Collected data:

==*==

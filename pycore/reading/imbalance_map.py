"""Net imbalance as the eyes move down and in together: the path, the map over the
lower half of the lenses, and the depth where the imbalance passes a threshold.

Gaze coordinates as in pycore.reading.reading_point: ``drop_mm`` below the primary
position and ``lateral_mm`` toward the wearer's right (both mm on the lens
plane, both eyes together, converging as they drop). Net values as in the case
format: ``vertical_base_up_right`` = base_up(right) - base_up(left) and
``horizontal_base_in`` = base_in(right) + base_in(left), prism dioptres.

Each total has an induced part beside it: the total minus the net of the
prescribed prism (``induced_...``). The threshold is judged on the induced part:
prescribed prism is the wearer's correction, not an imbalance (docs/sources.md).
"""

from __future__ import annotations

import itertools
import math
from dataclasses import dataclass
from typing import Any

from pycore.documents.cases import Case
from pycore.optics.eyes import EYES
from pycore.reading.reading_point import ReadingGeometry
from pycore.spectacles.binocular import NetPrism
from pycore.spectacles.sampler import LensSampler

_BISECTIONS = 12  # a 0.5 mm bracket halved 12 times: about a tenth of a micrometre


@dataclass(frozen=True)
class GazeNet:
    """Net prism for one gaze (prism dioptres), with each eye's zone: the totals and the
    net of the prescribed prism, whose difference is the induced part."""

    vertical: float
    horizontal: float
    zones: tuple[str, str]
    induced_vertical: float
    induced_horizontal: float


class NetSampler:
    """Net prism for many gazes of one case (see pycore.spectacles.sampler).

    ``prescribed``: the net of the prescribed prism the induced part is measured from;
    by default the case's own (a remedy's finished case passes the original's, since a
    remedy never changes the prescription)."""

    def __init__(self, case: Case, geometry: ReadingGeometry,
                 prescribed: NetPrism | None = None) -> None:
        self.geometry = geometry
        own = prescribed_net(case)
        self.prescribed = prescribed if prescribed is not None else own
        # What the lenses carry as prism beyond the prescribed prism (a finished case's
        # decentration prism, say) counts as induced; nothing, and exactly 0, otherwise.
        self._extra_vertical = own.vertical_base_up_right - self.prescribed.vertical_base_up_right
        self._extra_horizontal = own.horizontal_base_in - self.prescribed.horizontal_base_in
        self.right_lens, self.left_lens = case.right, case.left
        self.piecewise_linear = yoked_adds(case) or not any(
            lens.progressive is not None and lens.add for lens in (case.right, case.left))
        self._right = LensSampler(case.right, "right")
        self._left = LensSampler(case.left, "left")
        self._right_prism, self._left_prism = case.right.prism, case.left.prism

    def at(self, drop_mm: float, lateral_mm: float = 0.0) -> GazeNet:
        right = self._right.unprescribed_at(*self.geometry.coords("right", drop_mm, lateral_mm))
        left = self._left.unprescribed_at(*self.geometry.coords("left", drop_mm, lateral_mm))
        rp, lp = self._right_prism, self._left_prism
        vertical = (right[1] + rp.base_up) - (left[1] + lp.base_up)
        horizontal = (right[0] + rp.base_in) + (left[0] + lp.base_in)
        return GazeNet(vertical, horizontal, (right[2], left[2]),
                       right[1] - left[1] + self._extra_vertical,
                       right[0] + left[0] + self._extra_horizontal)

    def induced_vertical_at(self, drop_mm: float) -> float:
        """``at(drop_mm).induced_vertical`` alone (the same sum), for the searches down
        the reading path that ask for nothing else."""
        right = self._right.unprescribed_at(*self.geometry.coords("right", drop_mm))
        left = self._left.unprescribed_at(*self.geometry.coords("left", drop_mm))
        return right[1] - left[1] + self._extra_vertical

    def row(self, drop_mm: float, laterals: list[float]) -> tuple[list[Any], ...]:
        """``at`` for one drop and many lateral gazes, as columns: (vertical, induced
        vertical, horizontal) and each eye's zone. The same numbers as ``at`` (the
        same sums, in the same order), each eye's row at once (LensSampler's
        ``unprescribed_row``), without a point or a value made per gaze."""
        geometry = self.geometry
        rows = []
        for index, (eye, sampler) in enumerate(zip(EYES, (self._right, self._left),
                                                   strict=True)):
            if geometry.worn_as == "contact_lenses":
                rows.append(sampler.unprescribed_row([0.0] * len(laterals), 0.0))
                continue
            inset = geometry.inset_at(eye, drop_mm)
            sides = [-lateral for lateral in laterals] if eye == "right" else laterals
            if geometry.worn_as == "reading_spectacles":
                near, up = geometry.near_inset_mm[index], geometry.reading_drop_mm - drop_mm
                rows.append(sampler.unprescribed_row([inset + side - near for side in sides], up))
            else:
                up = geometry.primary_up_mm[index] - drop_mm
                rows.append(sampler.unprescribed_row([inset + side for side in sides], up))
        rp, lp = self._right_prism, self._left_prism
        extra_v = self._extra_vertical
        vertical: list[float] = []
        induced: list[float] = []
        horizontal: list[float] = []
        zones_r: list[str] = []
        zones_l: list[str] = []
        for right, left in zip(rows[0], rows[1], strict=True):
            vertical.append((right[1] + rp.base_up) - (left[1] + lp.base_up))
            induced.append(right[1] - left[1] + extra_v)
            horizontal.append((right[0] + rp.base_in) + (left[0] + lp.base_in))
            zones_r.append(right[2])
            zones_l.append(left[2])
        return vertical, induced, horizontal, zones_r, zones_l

==*==

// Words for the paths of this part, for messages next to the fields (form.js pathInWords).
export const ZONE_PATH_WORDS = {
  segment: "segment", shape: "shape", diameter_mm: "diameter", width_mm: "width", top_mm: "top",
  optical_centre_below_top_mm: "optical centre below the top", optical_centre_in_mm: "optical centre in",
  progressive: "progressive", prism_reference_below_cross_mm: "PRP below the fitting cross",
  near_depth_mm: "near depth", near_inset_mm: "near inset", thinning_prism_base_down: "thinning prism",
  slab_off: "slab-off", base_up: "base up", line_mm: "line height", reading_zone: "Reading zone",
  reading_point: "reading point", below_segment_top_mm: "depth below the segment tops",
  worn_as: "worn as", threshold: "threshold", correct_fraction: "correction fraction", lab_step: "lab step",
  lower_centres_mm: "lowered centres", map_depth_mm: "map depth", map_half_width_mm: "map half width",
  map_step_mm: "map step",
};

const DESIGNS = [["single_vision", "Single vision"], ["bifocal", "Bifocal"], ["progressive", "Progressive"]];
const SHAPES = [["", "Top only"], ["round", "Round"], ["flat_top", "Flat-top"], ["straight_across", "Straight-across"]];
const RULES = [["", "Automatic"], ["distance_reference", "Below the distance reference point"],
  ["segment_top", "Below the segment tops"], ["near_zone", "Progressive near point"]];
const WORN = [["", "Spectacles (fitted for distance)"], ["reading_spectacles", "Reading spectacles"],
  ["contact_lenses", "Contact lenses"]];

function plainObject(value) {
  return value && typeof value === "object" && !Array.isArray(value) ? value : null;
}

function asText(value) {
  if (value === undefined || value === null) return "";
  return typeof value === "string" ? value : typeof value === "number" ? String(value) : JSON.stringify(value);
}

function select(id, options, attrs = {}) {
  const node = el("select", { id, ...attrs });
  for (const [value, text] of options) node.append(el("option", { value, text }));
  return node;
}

==*==

» **TASK STATEMENT**
When a line above contains the string "dioptres", copy that line.

» **TASK SOLUTION**
``horizontal_base_in`` = base_in(right) + base_in(left), prism dioptres.
    """Net prism for one gaze (prism dioptres), with each eye's zone: the totals and the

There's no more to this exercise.